El cielo azul, el sol y la luna que avanzan surcando el firmamento con un desplazamiento (apreciable ya en pocos minutos tomando como punto de referencia el horizonte, un cerro, un árbol) algunas estrellas, la bóveda celeste, lo arriba y lo abajo, los sólidos y los líquidos, nuestro cuerpo como algo estático en vez de un proceso biológico, la imagen reflejada en las aguas y en las superficies pulidas, el arco iris, los colores… son todas apariencias.
Lo que creemos ver como cielo azul, es sólo una ilusión óptica producida por nuestra capa atmosférica, muy delgada en proporción al volumen de nuestro planeta, que posee la propiedad de difundir las longitudes de onda que nos hacen ver distintos tonos de celeste y azul, y a veces, resplandores rojizos cuando el aire está cargado de partículas de polvo en suspensión.
El verdadero “color” del espacio sideral, más allá de la capa aérea, es negro en profundidad, donde refulgen los demás soles (estrellas) y algunos planetas.
El sol y la luna, si bien poseen movimientos propios de traslación que no podemos apreciar a simple vista si nos detenemos por unos minutos a observar, no surcan rápidamente el espacio como creemos ver, sino que es el movimiento del piso en que estamos asentados lo que nos lleva a engaño.
Esta comprobación llevó muchos años de controversias e intentos de demostración que fueron tenazmente resistidos. Recordemos al respecto el episodio de Galileo procesado y condenado por sostener el heliocentrismo, y las demostraciones copernicanas.
Algunas estrellas que nos envían su luz ya no existen, y debería decirse mejor “nos enviaron su luz”, porque lo que aprecia el observador del cielo son imágenes fantasmas. La luz que despedían esos cuerpos radiantes ya extinguidos, continúa viajando por el espacio e impresionando la retina de varias generaciones de seres humanos.

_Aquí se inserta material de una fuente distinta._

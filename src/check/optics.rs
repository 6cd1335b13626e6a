//! What the light does on its way: whether it can reach the wall, whether it stays on the second mirror, what is not
//! checked.

use super::gather::Gather;
use crate::finding::{Code, Finding, Place, Severity};
use crate::optics::trace::{Impossible, Trace};
use crate::optics::{deflector, geometry, metres, radians, reaches, spot_width};
use crate::rig::{Pair, Projection, Rig, RotorId};

pub(super) fn check(rig: &Rig, gather: &mut Gather) {
    if let Some(finding) = impossible(rig) {
        gather.add(finding);
    }
    if let Some(finding) = walk_off(rig) {
        gather.add(finding);
    }
    if let Some(finding) = skipped(rig) {
        gather.add(finding);
    }
}

/// Angles of which the light would miss a mirror's front or the wall.
fn impossible(rig: &Rig) -> Option<Finding> {
    let fault = Trace::new(&geometry(rig)?).err()?;
    let incidence = |id: RotorId| rig.incidence.of(id).as_ref().and_then(|angle| angle.place);
    let tilt = |id: RotorId| deflector(rig, id).and_then(|angle| angle.place);
    let (place, message) = match fault {
        Impossible::Grazes(id) => (
            incidence(id),
            format!(
                "the light would meet mirror {} on edge or from behind: incidence and tilts together pass 89 deg",
                id.name()
            ),
        ),
        Impossible::MissesWall => (
            tilt(RotorId::A).or(tilt(RotorId::B)),
            "the light would miss the wall: twice both tilts together passes 89 deg".to_owned(),
        ),
        Impossible::NoNumber => return None,
    };
    let place = place.unwrap_or(rig.rotors.a.place);
    Some(Finding::new(Code::TextNumber, place, message))
}

/// On the second mirror the spot wanders by spacing·tan 2τ, and half the beam's width more; the mirror is met at its
/// incidence β, which stretches both by 1/cos β.
fn walk_off(rig: &Rig) -> Option<Finding> {
    let mirror = rig.rotors.b.mirror.as_ref()?;
    let size = mirror.value.to_f64();
    let spacing = metres(rig.spacing.as_ref())?;
    let tilt = radians(deflector(rig, RotorId::A))?;
    let incidence = radians(rig.incidence.b.as_ref())?;
    let width = metres(rig.laser.as_ref()?.width.as_ref())?;
    let wander = spacing * libm::tan(2.0 * tilt) + width / 2.0;
    let needed = 2.0 * wander / libm::cos(incidence);
    if !needed.is_finite() || needed <= size * (1.0 + 1e-9) {
        return None;
    }
    let message = format!(
        "the beam leaves the mirror of rotor b: it wanders over {} mm, the mirror is {} mm",
        up(needed * 1000.0),
        short(size * 1000.0)
    );
    let place = mirror.place.unwrap_or(rig.rotors.b.place);
    let spacing_place = rig.spacing.as_ref().and_then(|spacing| spacing.place);
    Some(
        Finding::new(Code::OpticsWalkOff, place, message)
            .also_at(spacing_place, "the way from mirror a to mirror b")
            .help(format!(
                "a mirror of {} mm holds it, or a shorter `spacing`",
                up(needed * 1000.0)
            )),
    )
}

/// One note that says which checks lack what.
fn skipped(rig: &Rig) -> Option<Finding> {
    let angle = match rig.projection {
        Projection::Circular => "tilt",
        Projection::Crossed => "swing",
    };
    let tilts = Pair::each(|id| deflector(rig, id).is_some());
    let laser = rig.laser.as_ref();
    let width = laser.is_some_and(|laser| laser.width.is_some());
    let reach = reaches(rig).is_some();
    let mut lacking: Vec<String> = Vec::new();
    let mut say = |check: &str, needs: &[(bool, &str)]| {
        let missing: Vec<&str> = needs
            .iter()
            .filter(|(there, _)| !there)
            .map(|(_, what)| *what)
            .collect();
        if !missing.is_empty() {
            lacking.push(format!("{check} ({})", missing.join(", ")));
        }
    };
    let geometry = [
        (tilts.a && tilts.b, angle),
        (rig.throw.is_some(), "throw"),
        (rig.spacing.is_some(), "spacing"),
    ];
    let mut still = geometry.to_vec();
    still.push((width, "laser width"));
    let divergence = laser.is_some_and(|laser| laser.divergence.is_some());
    still.push((divergence, "laser divergence"));
    if !reach || spot_width(rig).is_none() {
        say("still/spot", &still);
    }
    say(
        "optics/walk-off",
        &[
            (rig.rotors.b.mirror.is_some(), "mirror of b"),
            (tilts.a, angle),
            (rig.spacing.is_some(), "spacing"),
            (rig.incidence.b.is_some(), "incidence"),
            (width, "laser width"),
        ],
    );
    if rig.projection == Projection::Circular {
        say("optics/shape", &geometry);
    }
    if lacking.is_empty() {
        return None;
    }
    let message = format!(
        "not checked, since the rig does not tell enough: {}",
        lacking.join("; ")
    );
    let place: Place = rig.rotors.a.place;
    Some(Finding::new(Code::OpticsSkipped, place, message).severity(Severity::Note))
}

/// Two decimals at most, none needlessly.
pub(super) fn short(value: f64) -> String {
    let text = format!("{value:.2}");
    text.trim_end_matches('0').trim_end_matches('.').to_owned()
}

/// Rounded up to a tenth.
fn up(value: f64) -> String {
    short(libm::ceil(value * 10.0 - 1e-6) / 10.0)
}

Tales son las distancias astronómicas en su recorrido, que muchos cuerpos extinguidos o estallados hace siglos o milenios, nos continúan dando cuenta de su presencia virtual y nos remontan al pasado.
La bóveda celeste plasmada en la mente de los antiguos como algo sólido, transparente, tachonado de estrellas, cuyo exponente lo hallamos en los modelos antiguos del “mundo huevo” (cascarón-clara-yema), fue y es una apariencia de algo inexistente. Nos da la impresión de estar habitando en el interior de una burbuja, cuando, en realidad, sobre nuestras cabezas se extiende un espacio donde no hay arriba ni abajo, sino todo igual perdido en el infinito.
Los sólidos y líquidos nos parecen tales porque poseemos una visión incapaz de apreciar la estructura material íntima. Si poseyéramos una visión ultramicroscópica superior al microscopio electrónico, lo sólido se nos podría presentar como una nube gaseosa o incluso, en el ámbito astronómico, como un espacio sideral con los cuerpos separados por distancias astronómicas.
Igualmente nuestro cuerpo, compuesto de átomos o quarks, se nos presentaría como una nube gaseosa antropomorfa.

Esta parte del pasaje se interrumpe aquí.